Over 30 per cent of China’s university students have experienced sexual violence or sexual harassment, a survey commissioned by the China Family Planning Association (CFPA) has found.
The survey was conducted between July and August of 2015 by Peking University’s School of Public Health. After screening, 17,966 completed surveys were used in the findings. 39.6 per cent of respondents were male, while 60.4 per cent were female, Oriental Daily reported.
35.1 per cent of respondents said they had experienced gender-based sexual violence or sexual harassment. The investigation showed that puberty was the peak period for sexual violence or harassment, and that 34.8 per cent of female respondents had experienced it, compared to 35.6 per cent of male respondents.
- 27.6 per cent of respondents said the perpetrators of sexual violence or harassment were fellow students or friends.
- 26.9 per cent were the victim’s girlfriend or boyfriend – their intimate partner.
- 14.7 per cent responded that the perpetrator was a stranger, and 11.2 per cent responded that the perpetrator was someone they met online.
- Less than 1 per cent responded that it was a teacher or boss.
The survey found that female students were more likely to report intimate partners as perpetrators, while male students were more likely to say that the perpetrator was a fellow student or friend. About a quarter – 25.6 per cent – of female respondents said the perpetrator was their intimate partner, and about a fifth responded that the perpetrator was a fellow student or a friend. Meanwhile, 38.9 per cent of male students reported that the perpetrator was a fellow student or a friend, and about a quarter reported that the perpetrator was an intimate partner.
Students participated from around 130 colleges and universities in east, central, and west China, according to new media platform thecover.cn.
Julia Broussard, UN Women China Programme Manager, told HKFP that the survey’s findings are in line with the UN’s information on domestic violence in China. “Whenever the UN agencies have conducted surveys on domestic violence in China – all of which are localised studies not generalisable to the whole population of China, we have found rates slightly higher than those found in this survey.”

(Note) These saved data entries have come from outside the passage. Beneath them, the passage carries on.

import { fillByKernel, type Kernel, stretchEnd } from "./columns";
import { CellFailure, cellOf, PassedError } from "./failure";

/** One argument as the host hands it over: usually rows of cells, for a single value possibly the bare value. */
export type Argument = unknown;

interface Grid {
  name: string;
  rows: unknown[][];
  height: number;
  width: number;
  /** what a blank cell stands for; undefined where a value must be given */
  blank?: number;
}

/**
 * Applies a function of numbers to every place of the common shape of its arguments.
 *
 * Each dimension of a range must be equal to the others or 1, as in spreadsheet array arithmetic. A place whose
 * cells are bad holds a CellFailure (or the error that came in); a single result that is bad is thrown.
 *
 * @param required argument name -> value; the name, spaced out, is the one in messages ("dampingRatio": "damping ratio")
 * @param optional argument name -> [value, default]
 * @param kernel   the same computation over columns, where there is one: columns of numbers go through it
 * @returns rows of results
 * @throws CellFailure when the shapes do not fit
 */
export function lift(
  compute: (...numbers: number[]) => number | string,
  required: Record<string, Argument>,
  optional: Record<string, [Argument, number]> = {},
  kernel?: Kernel,
): any[][] {
  const grids: Grid[] = [];
  for (const name in required) grids.push(grid(name, required[name]));
  for (const name in optional) {
    const [value, fallback] = optional[name];
    grids.push(isBlank(value) ? { ...NOTHING, rows: [[fallback]] } : { ...grid(name, value), blank: fallback });
  }
  const [height, width] = commonShape(grids);
  const result: any[][] = new Array(height);
  const place = placer(compute, grids);
  if (height === 1 && width === 1) {
    try {
      return [[place(0, 0)]];
    } catch (thrown) {
      throw asThrown(cellOf(thrown));
    }
  }
  const at = (i: number, j: number) => {
    try {
      return place(i, j);
    } catch (thrown) {
      return cellOf(thrown);
    }
  };
  let i = 0;
  while (i < height) {
    if (kernel !== undefined && width === 1) {
      const next = fillByKernel(kernel, grids, result, i);
      if (next > i) {
        i = next;
        continue;
      }
    }
    for (const end = stretchEnd(i, height); i < end; i++) {
      const row: any[] = [at(i, 0)]; // a literal keeps one number unboxed: columns are the usual case
      for (let j = 1; j < width; j++) row.push(at(i, j));
      result[i] = row;
    }
  }
  return result;
}

const NOTHING: Grid = { name: "", rows: [[0]], height: 1, width: 1 };
const MOST_ARGUMENTS = 7;

/** A function that reads the numbers of one place and computes; unused arguments of `compute` are 0. */
function placer(compute: (...numbers: number[]) => number | string, grids: Grid[]) {
  if (grids.length > MOST_ARGUMENTS) throw new Error("too many arguments to lift");
  const all = [...grids];
  while (all.length < MOST_ARGUMENTS) all.push(NOTHING);
  const [A, B, C, D, E, F, G] = all;
  return (i: number, j: number): number | string => {
    const a = A.rows[A.height === 1 ? 0 : i][A.width === 1 ? 0 : j];
    const b = B.rows[B.height === 1 ? 0 : i][B.width === 1 ? 0 : j];
    const c = C.rows[C.height === 1 ? 0 : i][C.width === 1 ? 0 : j];
    const d = D.rows[D.height === 1 ? 0 : i][D.width === 1 ? 0 : j];
    const e = E.rows[E.height === 1 ? 0 : i][E.width === 1 ? 0 : j];
    const f = F.rows[F.height === 1 ? 0 : i][F.width === 1 ? 0 : j];
    const g = G.rows[G.height === 1 ? 0 : i][G.width === 1 ? 0 : j];
    if (
      typeof a === "number" &&
      typeof b === "number" &&
      typeof c === "number" &&
      typeof d === "number" &&
      typeof e === "number" &&
      typeof f === "number" &&
      typeof g === "number"
    ) {
      return compute(a, b, c, d, e, f, g);
    }
    const cells = [a, b, c, d, e, f, g].slice(0, grids.length);
    const error = cells.find(isError); // an error that came in goes before a complaint of ours
    if (error) throw new PassedError(error);
    const numbers = cells.map((cell, k) => number(cell, grids[k].name, grids[k].blank));
    return compute(...numbers, ...new Array(MOST_ARGUMENTS - numbers.length).fill(0));
  };
}

/** The number in one cell. Throws for a blank, text or boolean, naming the argument. */
function number(cell: unknown, name: string, blank?: number): number {
  if (typeof cell === "number") return cell;
  if (isError(cell)) throw new PassedError(cell);
  if (isBlank(cell)) {
    if (blank !== undefined) return blank;
    throw new CellFailure("missing", `${spaced(name)} is blank`);
  }
  const shown = typeof cell === "string" ? `the text "${cell.slice(0, 40)}"` : String(cell);
  throw new CellFailure("wrong-type", `${spaced(name)} must be a number, got ${shown}`);
}

/** One value, given as such or as a single cell; `fallback` where it may be left out. */
export function one(name: string, argument: Argument, fallback?: number): number {
  return number(single(name, argument), name, fallback);
}

/** One option word, in any case, blanks around it ignored; `fallback` where it may be left out. */
export function word<Choice extends string>(
  name: string,
  argument: Argument,
  choices: readonly Choice[],
  fallback?: Choice,
): Choice {
  const cell = single(name, argument);
  if (isError(cell)) throw new PassedError(cell);
  if (isBlank(cell)) {
    if (fallback !== undefined) return fallback;
    throw new CellFailure("missing", `${spaced(name)} is blank: choose ${list(choices)}`);
  }
  const given = String(cell).trim().replace(/\s+/g, " ").toLowerCase();
  const found = choices.find((choice) => choice === given);
  if (found !== undefined) return found;
  throw new CellFailure("unknown-word", `${spaced(name)} must be ${list(choices)}, got "${String(cell).slice(0, 40)}"`);
}

/** One piece of text as it stands, such as a unit, whose case matters. */
export function text(name: string, argument: Argument): string {
  const cell = single(name, argument);
  if (isError(cell)) throw new PassedError(cell);
  if (isBlank(cell)) throw new CellFailure("missing", `${spaced(name)} is blank`);
  if (typeof cell === "string") return cell;
  throw new CellFailure("wrong-type", `${spaced(name)} must be a text, got ${String(cell)}`);
}

/** A range taken as a whole, every cell a number. */
export interface Table {
  name: string;
  values: Float64Array;
  height: number;
  width: number;
}

/** A table argument of one column or one row. Throws for blank or text cells, naming the row or column. */
export function vector(name: string, argument: Argument): Table {
  const found = table(name, argument);
  if (found.height === 1 || found.width === 1) return found;
  throw new CellFailure("wrong-shape", `${spaced(name)} must be one column or one row, got ${shape(found)}`);
}

/** A table argument of any shape; the values row by row. */
export function table(name: string, argument: Argument): Table {
  const { rows, height, width } = grid(name, argument);
  const values = new Float64Array(height * width);
  let at = 0;
  for (let i = 0; i < height; i++) {
    for (let j = 0; j < width; j++) {
      const cell = rows[i][j];
      values[at++] = typeof cell === "number" ? cell : number(cell, height === 1 && width === 1 ? name : where(i, j));
    }
  }
  return { name, values, height, width };

  function where(i: number, j: number): string {
    if (width === 1) return `${name} row ${i + 1}`;
    return height === 1 ? `${name} column ${j + 1}` : `${name} row ${i + 1} column ${j + 1}`;
  }
}

/** Throws unless two vectors pair up one to one. */
export function requireSameLength(a: Table, b: Table): void {
  if (a.values.length === b.values.length) return;
  throw new CellFailure(
    "wrong-shape",
    `${spaced(a.name)} and ${spaced(b.name)} must be equally long, got ${a.values.length} and ${b.values.length}`,
  );
}

/** A list as rows of one cell, to spill down; with `like` a row, to spill across as that table does. */
export function spill(values: ArrayLike<number>, like?: Table): any[][] {
  if (like !== undefined && like.height === 1 && like.width > 1) return [Array.from(values)];
  const rows: any[][] = new Array(values.length);
  for (let i = 0; i < values.length; i++) rows[i] = [values[i]];
  return rows;
}

/** "dampingRatio" as in a message: "damping ratio". */
export function spaced(name: string): string {
  return name.replace(/[A-Z]/g, (capital) => ` ${capital.toLowerCase()}`).trim();
}

function list(choices: readonly string[]): string {
  return choices.length === 1 ? choices[0] : `${choices.slice(0, -1).join(", ")} or ${choices[choices.length - 1]}`;
}

function single(name: string, argument: Argument): unknown {
  if (!Array.isArray(argument)) return argument;
  if (isBlank(argument)) return undefined;
  const { rows, height, width } = grid(name, argument);
  if (height === 1 && width === 1) return rows[0][0];
  throw new CellFailure("wrong-shape", `${spaced(name)} takes one value, got a range of ${height}×${width}`);
}

function grid(name: string, argument: Argument): Grid {
  if (!Array.isArray(argument)) return { name, rows: [[argument]], height: 1, width: 1 };
  const rows: unknown[][] = argument.length > 0 && !Array.isArray(argument[0]) ? [argument] : argument;
  let width = 0;
  for (const row of rows) if (row.length > width) width = row.length;
  if (width === 0) throw new CellFailure("wrong-shape", `${spaced(name)} is an empty range`);
  return { name, rows, height: rows.length, width };
}

function commonShape(grids: Grid[]): [number, number] {
  let tall = grids[0];
  let wide = grids[0];
  for (const each of grids) {
    if (tall.height === 1) tall = each;
    if (wide.width === 1) wide = each;
    if (each.height !== 1 && each.height !== tall.height) throw unlike(tall, each);
    if (each.width !== 1 && each.width !== wide.width) throw unlike(wide, each);
  }
  return [tall.height, wide.width];
}

function unlike(a: Grid, b: Grid): CellFailure {
  return new CellFailure("wrong-shape", `ranges of different size: ${shape(a)} and ${shape(b)}`);
}

function shape({ height, width }: { height: number; width: number }): string {
  return `${height}×${width}`;
}

function asThrown(cell: object): Error {
  return cell instanceof CellFailure ? cell : new PassedError(cell);
}

function isBlank(cell: unknown): boolean {
  return cell === undefined || cell === null || cell === "" || (isCell(cell) && isBlank(cell[0][0]));
}

function isCell(value: unknown): value is unknown[][] {
  return Array.isArray(value) && value.length === 1 && Array.isArray(value[0]) && value[0].length <= 1;
}

function isError(cell: unknown): cell is object {
  return typeof cell === "object" && cell !== null;
}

A 2011 survey conducted by the United Nations Population Fund in a county in China found that 39 per cent of women who were ever partnered experienced physical and/or sexual intimate partner violence, and 52 percent of men admitted to having committed an act of domestic or sexual violence against a women. Of men who perpetrated rape, 67 percent were 20-29 years old when they perpetrated rape for the first time, and 24 percent were 15-19 years old.
“One of the most disturbing findings of this UNFPA study was that among men admitting to having ever committed rape, around 25% admitted to having first committed rape when they were teenagers. This would be in line with the overall findings of [the CFPA] report of sexual violence and harassment among university students,” Broussard said.
Broussard said that, to her knowledge, the CFPA study of college students is the first of its kind in China.
“Based on surveys among young people and university students in other countries, we have long suspected that violence is also happening among Chinese students, particularly dating violence, but we did not have any data to demonstrate this. Now, with this report, we do.”
The China Family Planning Association has not responded to HKFP’s requests for comment.